Directions. Scan the entries below for the word "them", then copy each line that holds it.
(Data)
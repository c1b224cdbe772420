//! The daemon: one worker per sink, HTTP/JSON, event stream, metrics, supervision.
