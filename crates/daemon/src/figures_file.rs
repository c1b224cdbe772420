//! The figures of a record: worked out from the record alone, kept beside it.
//!
//! What it deliberately does not do: compute anything from the daemon's memory.

use std::fs;
use std::path::Path;

use figures::{Figures, work_out};
use journal::Record;

/// The file in the record's folder.
const FILE: &str = "figures.json";

/// Works the figures of a record out and writes them into its folder.
pub(crate) fn write(folder: &Path) -> Result<(), String> {
    let record = Record::open(folder).map_err(|error| error.to_string())?;
    let figures = work_out(&record).map_err(|error| error.to_string())?;
    let text = serde_json::to_vec_pretty(&figures).map_err(|error| error.to_string())?;
    let path = folder.join(FILE);
    fs::write(&path, text).map_err(|error| format!("writing {}: {error}", path.display()))
}

/// The figures of a record as they stand in its folder; worked out anew where there are none, or
/// where the record still grows.
pub(crate) fn read(record: &Record) -> Result<Figures, String> {
    let path = record.folder().join(FILE);
    if record.is_sealed()
        && let Ok(text) = fs::read(&path)
        && let Ok(figures) = serde_json::from_slice(&text)
    {
        return Ok(figures);
    }
    work_out(record).map_err(|error| error.to_string())
}
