//! The calibration of a sink, from the certificate that its bench entry names.

use std::fs;
use std::path::Path;
use std::sync::Arc;

use serde_json::Value;
use sink::bench::SinkEntry;
use sink::calibration::Certificate;
use sink::correction::Correction;

use crate::error::DaemonError;

/// What is known of a sink's calibration.
#[derive(Debug, Clone, Default)]
pub(crate) struct Calibration {
    /// What it corrects; without a certificate, nominal is true.
    pub(crate) correction: Correction,
    /// The certificate, for the record.
    pub(crate) value: Option<Value>,
    /// The certificate.
    pub(crate) certificate: Option<Arc<Certificate>>,
}

/// The calibration of a sink.
///
/// A certificate that is named and cannot be used is an error: a sink that is silently driven
/// uncorrected is off by percents.
pub(crate) fn load(entry: &SinkEntry, bench: &Path) -> Result<Calibration, DaemonError> {
    let Some(certificate) = &entry.certificate else {
        return Ok(Calibration::default());
    };
    let path = bench.parent().unwrap_or(Path::new(".")).join(certificate);
    let refused = |reason: String| DaemonError::Sink {
        sink: entry.name.clone(),
        reason: format!(
            "its certificate {} cannot be used: {reason}; calibrate it, or take `certificate` out of the bench file",
            path.display()
        ),
    };
    let text = fs::read_to_string(&path).map_err(|error| refused(error.to_string()))?;
    let certificate = Certificate::from_json(&text).map_err(|error| refused(error.to_string()))?;
    let of = &certificate.measurements.sink;
    if *of != entry.name {
        return Err(refused(format!("it is of sink `{of}`")));
    }
    let value = serde_json::from_str(&text).map_err(|error| refused(error.to_string()))?;
    Ok(Calibration {
        correction: certificate.correction,
        value: Some(value),
        certificate: Some(Arc::new(certificate)),
    })
}
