//! The HTTP interface: what can be asked, by whom, in which form.
//!
//! Every answer is a view of [`crate::view`] as JSON, or problem details. Nothing slow runs on
//! the threads that answer: the disk, compiling and rehearsing have threads of their own, and a
//! bounded number of them. `off` waits for none of it.
//!
//! What it deliberately does not do: touch a sink. It asks workers, and shows what they show.

mod calibrations;
mod events;
mod export;
mod extract;
mod guard;
mod hand;
mod openapi;
mod page;
mod problem;
mod readings;
mod records;
mod runs;
mod sequences;
pub(crate) mod serving;
mod sinks;
mod state;

use std::sync::Arc;

use axum::Router;
use axum::http::Uri;
use axum::middleware;

pub(crate) use problem::aside;

use crate::app::App;
use crate::view::{Code, Problem};

/// The whole interface.
pub(crate) fn router(app: Arc<App>) -> Router {
    let (api, document) = openapi::parts();
    let guarded = api
        .merge(openapi::routes(document))
        .merge(page::routes())
        .fallback(nothing_here)
        .method_not_allowed_fallback(method_not_allowed)
        .layer(middleware::from_fn(guard::bound_time))
        .layer(middleware::from_fn_with_state(
            Arc::clone(&app),
            guard::admit,
        ));
    guarded.with_state(app)
}

async fn nothing_here(uri: Uri) -> Problem {
    let detail = format!(
        "there is nothing under {}; what there is stands in /v1/openapi.json",
        uri.path()
    );
    Problem::new(Code::NoSuchResource, detail)
}

async fn method_not_allowed(method: axum::http::Method, uri: Uri) -> Problem {
    let detail = format!("{} does not take {method}", uri.path());
    Problem::new(Code::MethodNotAllowed, detail)
}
(End Data)
Expected output.
/// Works the figures of a record out and writes them into its folder.
//! bounded number of them. `off` waits for none of it.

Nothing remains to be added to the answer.